As I explore the rapidly-expanding field of bioengineering, I begin to find many sub-fields that catch my interest; I would like to learn about each sub-field so that I can become more familiar with each one and decide exactly what I would like to do with my degree. Some options/fields/topics that intrigue me (as of today) are:
tissue engineering
pharmaceutical engineering
genetic engineering
This list will probably change in about a couple of weeks; I am constantly changing my mind about something or another.
As I was looking up some sub-fields in bioengineering, I came across an article that really shows how bioengineering is picking up speed in the technological world; cells are starting to be studied and even modeled using a computer according to Brandon Keim, who wrote an article entitled "Cellular Counter Brings Computer Programming to Life" for Wired Science. In this article, Keim states that counters combining different proteins are being used to better model different types of cells on a computer. An aspect of the article that I found was interesting was that, in order to be able to model cells, different computerized components were being used one by one to "build" a cell, just as different machine parts or circuits are built piece by piece. I found this interesting because it shows the connection between the different types of engineering; bioengineers can work like electrical engineers, as suggested by James Collins of Boston University, while using mechanical ideas in order to study something that is living. This aspect of engineering interests me specifically; I am the type of person who cannot do the same thing on a day to day basis, so having the opportunity to study and work on projects using different approaches and processes appeals to me greatly.
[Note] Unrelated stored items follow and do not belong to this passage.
import { Readable } from 'node:stream';
import { analyseRounds } from '@fixtures/adversaries/analyse-rounds';
import { acquireRun, ModelRound } from '@fixtures/device-model';
import { steadyPair } from '@fixtures/fixture-set';
import { stationCsvBytes } from '@fixtures/stations/station-csv';
import { STATION_PAIR_SEED, StationPairOptions, stationRecord } from '@fixtures/stations/station-pair';
import { analyseLog } from '../../node/analyse-log';
import { LogSource } from '../../node/log-source';
import { StationJoin } from '../station-join';
import { readStationLog } from './station-log-file';

// What the engine needs from two station logs is the joined log it already reads: the rounds both
// stations recorded, in order, with the round index as the trigger count. Fed to the engine's own
// record path (`RangeAnalysis`, through analyseRounds), the joined rounds must give the very result
// the engine gives on the pre-joined log written from the same run.

const memorySource = (bytes: Uint8Array): LogSource => ({ open: () => Readable.from([bytes]) });

const PROFILE = { criterion: 'observed', minTestRounds: 100, driftBlocks: 4 };
const SELECTION_SEED = '7e'.repeat(32);

describe('the joined stream and the engine', () => {
  it.each([
    ['an aligned pair', { rounds: 6_000 }],
    ['a pair with a burst missing from B', { rounds: 6_000, burst: { station: 'B' as const, firstTrigger: 2_500, rounds: 3 } }],
    ['a pair whose stations both lose rounds', { rounds: 6_000, model: { lossProbability: 0.0005 } }],
  ] as [string, StationPairOptions][])('%s: the same result as the pre-joined log', async (_, options) => {
    const log = (station: 'A' | 'B') => memorySource(stationCsvBytes(station, stationRecord(station, options, STATION_PAIR_SEED)));
    const join = new StationJoin(readStationLog(log('A'), 'A').rows, readStationLog(log('B'), 'B').rows);
    const joined: ModelRound[] = [];
    for await (const batch of join.rounds()) joined.push(...batch.rounds().map((r) => ({ round: r.round, x: r.x, y: r.y, a: r.a, b: r.b, test: 0 })));

    const burst = options.burst;
    const kept = [...acquireRun({ ...steadyPair, ...options.model, rounds: options.rounds }, STATION_PAIR_SEED)].filter(
      (r) => burst === undefined || r.round < burst.firstTrigger || r.round >= burst.firstTrigger + burst.rounds,
    );
    const preJoined = 'round,x,y,a,b\n' + kept.map((r) => `${r.round},${r.x},${r.y},${r.a},${r.b}\n`).join('');
    const { input: _fromFile, fingerprint: _sealed, ...fromFile } = await analyseLog(memorySource(new TextEncoder().encode(preJoined)), { profile: PROFILE, seed: SELECTION_SEED });
    const { input: _inMemory, ...fromJoin } = analyseRounds(joined, PROFILE, SELECTION_SEED);

    expect(fromJoin).toEqual(fromFile);
    expect(fromJoin.missingRounds?.missing).toBe(join.summary().missing);
    expect(fromFile.verdict).not.toBe('INVALID');
  });
});
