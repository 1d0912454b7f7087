import { createCipheriv } from 'node:crypto';
import { STATION_PAIR_SEED, stationRecord } from '@fixtures/stations/station-pair';
import { pairSources } from './testing/pair-sources';
import { analyseStationPair } from './analyse-station-pair';

// Rounds only one station recorded before the first or after the last joined round are missing
// rounds like any other: the span is the span of both records, every trigger in it takes its test
// decision, and a missing one drawn for testing counts as a lost CHSH game. The decisions are
// re-derived here from the documented rule (shared/analysis/README.md, "Test-round selection"):
// trigger i's u_i is keystream bytes 8i … 8i+7 of AES-256-CTR under the seed with a zero counter,
// big-endian, shifted right by 11 and divided by 2^53.

const ROUNDS = 8_000;
const SEED = '91'.repeat(32);
/** A's record lacks the first 40 triggers, B's the last 60 and a burst of 25 in the middle. */
const A_LACKS = (t: number) => t < 40;
const B_LACKS = (t: number) => t >= ROUNDS - 60 || (t >= 3_000 && t < 3_025);

function uniforms(seedHex: string, count: number): number[] {
  const cipher = createCipheriv('aes-256-ctr', Buffer.from(seedHex, 'hex'), Buffer.alloc(16));
  const bytes = cipher.update(Buffer.alloc(8 * count));
  return Array.from({ length: count }, (_, i) => Number(bytes.readBigUInt64BE(8 * i) >> 11n) / 2 ** 53);
}

function trimmedPair() {
  const a = [...stationRecord('A', { rounds: ROUNDS }, STATION_PAIR_SEED)].filter((row) => !A_LACKS(row.trigger));
  const b = [...stationRecord('B', { rounds: ROUNDS }, STATION_PAIR_SEED)].filter((row) => !B_LACKS(row.trigger));
  return pairSources({ A: a, B: b });
}

describe('the ends of the span of two station records', () => {
  it('counts the rounds one record holds beyond the other at either end as missing, each drawn for testing by the rule', async () => {
    const gamma = 0.3;
    const logs = trimmedPair();
    const result = await analyseStationPair(logs.A, logs.B, { profile: { testSelection: { mode: 'bernoulli', probability: gamma } }, seed: SEED });
    const u = uniforms(SEED, ROUNDS);
    const triggers = Array.from({ length: ROUNDS }, (_, t) => t);
    const missing = triggers.filter((t) => A_LACKS(t) || B_LACKS(t));
    const drawn = (ts: number[]) => ts.filter((t) => u[t] < gamma).length;
    // Not vacuous: each end has missing triggers drawn for testing under this seed.
    expect(drawn(missing.filter((t) => t < 40))).toBeGreaterThan(0);
    expect(drawn(missing.filter((t) => t >= ROUNDS - 60))).toBeGreaterThan(0);

    expect(result.missingRounds).toEqual({ firstRound: 0, lastRound: ROUNDS - 1, triggers: ROUNDS, missing: 125, drawnForTesting: drawn(missing), tolerated: 8 });
    expect(result.chsh?.missingTestRounds).toBe(drawn(missing));
    expect(result.selection?.testRounds).toBe(drawn(triggers.filter((t) => !A_LACKS(t) && !B_LACKS(t))));
    // 125 missing of 8 000 is past the default tolerance of 0.1 %: never a pass.
    expect(result.checks.find((check) => check.id === 'log-integrity')?.status).toBe('fail');
    expect(result.verdict).toBe('ABORT');
  });

  it('draws every test round of a fixed-fraction selection over the whole span, the trailing triggers included', async () => {
    const logs = trimmedPair();
    const result = await analyseStationPair(logs.A, logs.B, { profile: { testSelection: { mode: 'fixed-fraction', fraction: 0.25 } }, seed: SEED });
    // Algorithm S chooses exactly ⌊f·N⌋ of the N triggers: those of joined rounds and those of missing ones.
    expect((result.selection?.testRounds ?? NaN) + (result.missingRounds?.drawnForTesting ?? NaN)).toBe(Math.floor(0.25 * ROUNDS));
    expect(result.missingRounds?.triggers).toBe(ROUNDS);
  });
});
Reading this article, I could not help but think about how far the bioengineering field has progressed even in the last couple of years. New advances in medicine and technology have greatly propelled this somewhat new field. One of the most exciting aspects of entering such an expanding field is that I have the chance to become a part of a project or research team that can stumble on a breakthrough that drastically changes people's understanding of biology or another aspect in medicine. For example, the creation of the artificial heart for transplants was a milestone for both the medical and engineering worlds. I would love to have been a part of the team of scientists, doctors, and researchers who developed the the first usable heart; I would like to have the feeling that all my hard work, countless hours spent in the lab, and tedious experiments were all worth something to someone who benefited from my work. I feel that working as a bioengineering should not be for fame or glory but for the advancement of technologies that can save lives, make lives easier, and prevent illnesses.